One way around the ancillary-estate issue is to transfer ownership of the interest to your revocable living trust. As we all know, one of the benefits of using a trust is avoiding probate.

Mr. Yugo is absolutely right.  As a trusts and estates attorney that practices in Florida, the state that probably has more timeshares than anywhere else, I have seen this hundreds of times.  As he points out, a timeshare is generally an interest in real property -- just like a house, an apartment, or a parcel of land.  While personal property may be probated in the state where the decedent is domiciled, real property must be probated where it is located.

I have handled dozens, if not hundreds of ancillary estates for families with a loved one who lived out of state, but owned a timeshare in Florida.  Depending on the circumstances, these cases can cost the family between $1200 and $1800, plus court costs.  Under Florida law, they may not be handled by an out of state attorney.  Only a Florida attorney can practice in front of Florida courts. 

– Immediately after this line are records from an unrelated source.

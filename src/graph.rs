//! What depends on what, and what must run again; generic, knows no cells.
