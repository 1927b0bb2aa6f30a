//! Emissivities and process temperatures of the trade, each with its range, its
//! source and how it is known.
//!
//! A row is found by its id, which never changes. Fractions and kelvin; how a
//! row is known is carried along and never raised.

mod library;
mod row;

pub use library::Library;
pub use row::{Directions, HowKnown, Property, Row};
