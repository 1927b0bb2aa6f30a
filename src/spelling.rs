//! The known word that was most likely meant by one that is not known.

/// Words longer than this are no mistyped names, and comparing them would cost.
const LONGEST: usize = 80;

/// Returns the candidate nearest to `typed`, if it is near enough to have been
/// meant: at most one slip for every three letters of the shorter word.
///
/// A slip is a letter left out, put in, changed, or swapped with its
/// neighbour. Upper and lower case, and blanks, hyphens and underscores, count
/// as alike. Ties go to the first candidate.
///
/// # Examples
///
/// ```
/// use farglow::spelling::nearest;
///
/// assert_eq!(nearest("hieght", ["width", "height"]), Some("height"));
/// assert_eq!(nearest("depth", ["width", "height"]), None);
/// ```
#[must_use]
pub fn nearest<'a>(typed: &str, candidates: impl IntoIterator<Item = &'a str>) -> Option<&'a str> {
    if typed.chars().take(LONGEST + 1).count() > LONGEST {
        return None;
    }
    let typed = plain(typed);
    let mut best: Option<(usize, &'a str)> = None;
    for candidate in candidates {
        let known = plain(candidate);
        let slips = strsim::osa_distance(&typed, &known);
        let shorter = typed.chars().count().min(known.chars().count());
        let near = slips <= shorter / 3;
        if near && best.is_none_or(|(least, _)| slips < least) {
            best = Some((slips, candidate));
        }
    }
    best.map(|(_, candidate)| candidate)
}

fn plain(text: &str) -> String {
    text.trim()
        .chars()
        .map(|letter| match letter {
            '_' | '-' => '-',
            letter if letter.is_whitespace() => '-',
            letter => letter.to_ascii_lowercase(),
        })
        .collect()
}

#[cfg(test)]
mod tests {
    use super::nearest;

    #[test]
    fn a_slip_finds_its_word_and_nonsense_finds_none() {
        let words = [
            "eu-2006-25-m",
            "icnirp-2013-ir-eye",
            "pain-time",
            "door",
            "m",
        ];
        for (typed, expected) in [
            ("eu-2006-25-m", Some("eu-2006-25-m")),
            ("EU_2006_25 m", Some("eu-2006-25-m")),
            ("icnirp-2013-ireye", Some("icnirp-2013-ir-eye")),
            ("paintime", Some("pain-time")),
            ("pian-tmie", Some("pain-time")),
            ("dor", Some("door")),
            ("M", Some("m")),
            ("x", None),
            ("", None),
            ("something else", None),
        ] {
            let found = nearest(typed, words);
            assert_eq!(found, expected, "typed {typed:?}, found {found:?}");
        }
        let endless = "m".repeat(100_000);
        assert_eq!(nearest(&endless, words), None);
    }
}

Usually these could be handled by what's known as Summary Administration, which in Florida is for estates worth less than $75,000, as timeshares generally are.  While I certainly don't mind the business, I do feel bad that these families have to go through with this, when need for the ancillary probate could have been avoided with proper planning.  If the Decedent had transferred the timeshare to his or her revocable trust before death, probate in Florida would not have been necessary.

Another big mistake that I've seen on more than one occasion is a husband and wife who purchase their timeshare together, but for some reason the deed specifically states that the property is held by them as tenants in common, and not as joint tenants with right of survivorship or as tenants by the entirety).  Generally, unless they are purposely splitting assets for their own reasons (for example it is a second marriage and they want their share to go to their separate children), property is held jointly by spouses, so that when the first spouse dies, the second automatically inherits the property by operation of law, without any probate necessary.  In each and every situation that I've come across in which a timeshare is owned by spouses as tenants in common and not jointly, the surviving spouse told me that that was not their intent, and that they had no idea it wasn't titled properly.

So, if you own a timeshare, a condo, or any other real property in a state other than the state that you live in, you should talk to your estate planning attorney to see whether or not it would be wise to transfer your timeshare to your revocable living trust.  In addition, check to make sure that the deed is titled properly with you and your spouse.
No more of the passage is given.